## Try it
Write each record again exactly as it stands.

--- Provided data Enclosed Below ---

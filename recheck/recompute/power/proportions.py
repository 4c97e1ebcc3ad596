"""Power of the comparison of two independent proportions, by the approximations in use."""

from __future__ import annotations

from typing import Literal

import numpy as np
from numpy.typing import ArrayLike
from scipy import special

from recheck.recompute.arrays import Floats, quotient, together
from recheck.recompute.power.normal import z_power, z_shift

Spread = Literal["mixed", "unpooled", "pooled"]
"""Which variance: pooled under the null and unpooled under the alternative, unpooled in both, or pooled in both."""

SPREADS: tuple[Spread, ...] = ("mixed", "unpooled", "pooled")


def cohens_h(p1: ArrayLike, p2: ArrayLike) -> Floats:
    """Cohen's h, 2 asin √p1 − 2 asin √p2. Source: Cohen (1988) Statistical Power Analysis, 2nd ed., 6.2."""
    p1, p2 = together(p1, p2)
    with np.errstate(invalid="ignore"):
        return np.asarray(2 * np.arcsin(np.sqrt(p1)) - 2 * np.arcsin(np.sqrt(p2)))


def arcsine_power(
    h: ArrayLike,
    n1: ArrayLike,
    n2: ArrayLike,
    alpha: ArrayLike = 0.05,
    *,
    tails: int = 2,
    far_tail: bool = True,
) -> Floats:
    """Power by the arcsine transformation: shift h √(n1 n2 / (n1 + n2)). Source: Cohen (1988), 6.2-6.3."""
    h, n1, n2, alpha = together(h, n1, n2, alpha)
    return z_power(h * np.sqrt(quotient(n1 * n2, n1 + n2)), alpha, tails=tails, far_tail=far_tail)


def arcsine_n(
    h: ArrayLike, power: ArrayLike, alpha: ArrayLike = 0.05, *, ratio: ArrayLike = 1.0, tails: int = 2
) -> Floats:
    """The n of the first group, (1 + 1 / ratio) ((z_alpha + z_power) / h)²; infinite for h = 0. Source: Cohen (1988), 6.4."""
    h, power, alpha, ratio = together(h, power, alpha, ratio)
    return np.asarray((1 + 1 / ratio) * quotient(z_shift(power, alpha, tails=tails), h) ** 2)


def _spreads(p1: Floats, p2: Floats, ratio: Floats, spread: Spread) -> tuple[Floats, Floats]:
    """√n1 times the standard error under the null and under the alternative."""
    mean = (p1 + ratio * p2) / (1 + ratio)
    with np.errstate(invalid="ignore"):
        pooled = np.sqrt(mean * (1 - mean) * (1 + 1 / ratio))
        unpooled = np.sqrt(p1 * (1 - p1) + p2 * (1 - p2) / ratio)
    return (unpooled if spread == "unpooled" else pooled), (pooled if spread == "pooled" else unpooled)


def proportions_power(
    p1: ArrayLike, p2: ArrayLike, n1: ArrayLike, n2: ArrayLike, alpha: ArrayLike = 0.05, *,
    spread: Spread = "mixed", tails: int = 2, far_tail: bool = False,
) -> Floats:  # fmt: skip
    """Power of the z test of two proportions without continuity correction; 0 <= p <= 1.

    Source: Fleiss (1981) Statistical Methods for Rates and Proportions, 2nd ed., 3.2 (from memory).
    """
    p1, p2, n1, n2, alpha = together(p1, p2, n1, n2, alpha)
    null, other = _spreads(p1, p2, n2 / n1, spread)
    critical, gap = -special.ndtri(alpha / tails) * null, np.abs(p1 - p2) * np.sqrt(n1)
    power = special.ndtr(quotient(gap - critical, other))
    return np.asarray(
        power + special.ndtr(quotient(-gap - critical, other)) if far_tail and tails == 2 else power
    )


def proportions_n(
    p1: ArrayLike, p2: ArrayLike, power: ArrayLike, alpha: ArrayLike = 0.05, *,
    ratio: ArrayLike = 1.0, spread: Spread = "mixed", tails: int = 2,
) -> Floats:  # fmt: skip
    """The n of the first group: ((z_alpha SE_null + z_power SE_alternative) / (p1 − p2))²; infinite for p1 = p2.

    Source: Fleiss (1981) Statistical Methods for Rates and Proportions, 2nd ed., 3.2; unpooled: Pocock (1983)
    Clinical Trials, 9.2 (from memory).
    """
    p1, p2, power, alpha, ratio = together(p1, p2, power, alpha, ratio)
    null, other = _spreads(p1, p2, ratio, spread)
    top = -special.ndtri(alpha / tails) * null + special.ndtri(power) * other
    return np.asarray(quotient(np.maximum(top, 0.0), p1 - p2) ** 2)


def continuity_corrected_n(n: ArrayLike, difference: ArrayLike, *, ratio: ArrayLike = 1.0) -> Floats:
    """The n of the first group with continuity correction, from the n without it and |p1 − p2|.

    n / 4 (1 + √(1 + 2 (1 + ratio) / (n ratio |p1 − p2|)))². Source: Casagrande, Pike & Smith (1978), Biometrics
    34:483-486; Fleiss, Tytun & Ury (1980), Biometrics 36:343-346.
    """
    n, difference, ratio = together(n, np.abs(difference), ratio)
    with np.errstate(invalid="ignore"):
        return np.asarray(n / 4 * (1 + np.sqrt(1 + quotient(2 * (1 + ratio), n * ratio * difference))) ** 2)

--- End of Enclosed Provided data ---

## Output for this task
filename recheck/recompute/power/proportions.py
repository 4c97e1ebcc3ad596
"""Power of the comparison of two independent proportions, by the approximations in use."""

from __future__ import annotations

from typing import Literal

import numpy as np
from numpy.typing import ArrayLike
from scipy import special

from recheck.recompute.arrays import Floats, quotient, together
from recheck.recompute.power.normal import z_power, z_shift

Spread = Literal["mixed", "unpooled", "pooled"]
"""Which variance: pooled under the null and unpooled under the alternative, unpooled in both, or pooled in both."""

SPREADS: tuple[Spread, ...] = ("mixed", "unpooled", "pooled")


def cohens_h(p1: ArrayLike, p2: ArrayLike) -> Floats:
    """Cohen's h, 2 asin √p1 − 2 asin √p2. Source: Cohen (1988) Statistical Power Analysis, 2nd ed., 6.2."""
    p1, p2 = together(p1, p2)
    with np.errstate(invalid="ignore"):
        return np.asarray(2 * np.arcsin(np.sqrt(p1)) - 2 * np.arcsin(np.sqrt(p2)))


def arcsine_power(
    h: ArrayLike,
    n1: ArrayLike,
    n2: ArrayLike,
    alpha: ArrayLike = 0.05,
    *,
    tails: int = 2,
    far_tail: bool = True,
) -> Floats:
    """Power by the arcsine transformation: shift h √(n1 n2 / (n1 + n2)). Source: Cohen (1988), 6.2-6.3."""
    h, n1, n2, alpha = together(h, n1, n2, alpha)
    return z_power(h * np.sqrt(quotient(n1 * n2, n1 + n2)), alpha, tails=tails, far_tail=far_tail)


def arcsine_n(
    h: ArrayLike, power: ArrayLike, alpha: ArrayLike = 0.05, *, ratio: ArrayLike = 1.0, tails: int = 2
) -> Floats:
    """The n of the first group, (1 + 1 / ratio) ((z_alpha + z_power) / h)²; infinite for h = 0. Source: Cohen (1988), 6.4."""
    h, power, alpha, ratio = together(h, power, alpha, ratio)
    return np.asarray((1 + 1 / ratio) * quotient(z_shift(power, alpha, tails=tails), h) ** 2)


def _spreads(p1: Floats, p2: Floats, ratio: Floats, spread: Spread) -> tuple[Floats, Floats]:
    """√n1 times the standard error under the null and under the alternative."""
    mean = (p1 + ratio * p2) / (1 + ratio)
    with np.errstate(invalid="ignore"):
        pooled = np.sqrt(mean * (1 - mean) * (1 + 1 / ratio))
        unpooled = np.sqrt(p1 * (1 - p1) + p2 * (1 - p2) / ratio)
    return (unpooled if spread == "unpooled" else pooled), (pooled if spread == "pooled" else unpooled)


def proportions_power(
    p1: ArrayLike, p2: ArrayLike, n1: ArrayLike, n2: ArrayLike, alpha: ArrayLike = 0.05, *,
    spread: Spread = "mixed", tails: int = 2, far_tail: bool = False,
) -> Floats:  # fmt: skip
    """Power of the z test of two proportions without continuity correction; 0 <= p <= 1.

    Source: Fleiss (1981) Statistical Methods for Rates and Proportions, 2nd ed., 3.2 (from memory).
    """
    p1, p2, n1, n2, alpha = together(p1, p2, n1, n2, alpha)
    null, other = _spreads(p1, p2, n2 / n1, spread)
    critical, gap = -special.ndtri(alpha / tails) * null, np.abs(p1 - p2) * np.sqrt(n1)
    power = special.ndtr(quotient(gap - critical, other))
    return np.asarray(
        power + special.ndtr(quotient(-gap - critical, other)) if far_tail and tails == 2 else power
    )


def proportions_n(
    p1: ArrayLike, p2: ArrayLike, power: ArrayLike, alpha: ArrayLike = 0.05, *,
    ratio: ArrayLike = 1.0, spread: Spread = "mixed", tails: int = 2,
) -> Floats:  # fmt: skip
    """The n of the first group: ((z_alpha SE_null + z_power SE_alternative) / (p1 − p2))²; infinite for p1 = p2.

    Source: Fleiss (1981) Statistical Methods for Rates and Proportions, 2nd ed., 3.2; unpooled: Pocock (1983)
    Clinical Trials, 9.2 (from memory).
    """
    p1, p2, power, alpha, ratio = together(p1, p2, power, alpha, ratio)
    null, other = _spreads(p1, p2, ratio, spread)
    top = -special.ndtri(alpha / tails) * null + special.ndtri(power) * other
    return np.asarray(quotient(np.maximum(top, 0.0), p1 - p2) ** 2)


def continuity_corrected_n(n: ArrayLike, difference: ArrayLike, *, ratio: ArrayLike = 1.0) -> Floats:
    """The n of the first group with continuity correction, from the n without it and |p1 − p2|.

    n / 4 (1 + √(1 + 2 (1 + ratio) / (n ratio |p1 − p2|)))². Source: Casagrande, Pike & Smith (1978), Biometrics
    34:483-486; Fleiss, Tytun & Ury (1980), Biometrics 36:343-346.
    """
    n, difference, ratio = together(n, np.abs(difference), ratio)
    with np.errstate(invalid="ignore"):
        return np.asarray(n / 4 * (1 + np.sqrt(1 + quotient(2 * (1 + ratio), n * ratio * difference))) ** 2)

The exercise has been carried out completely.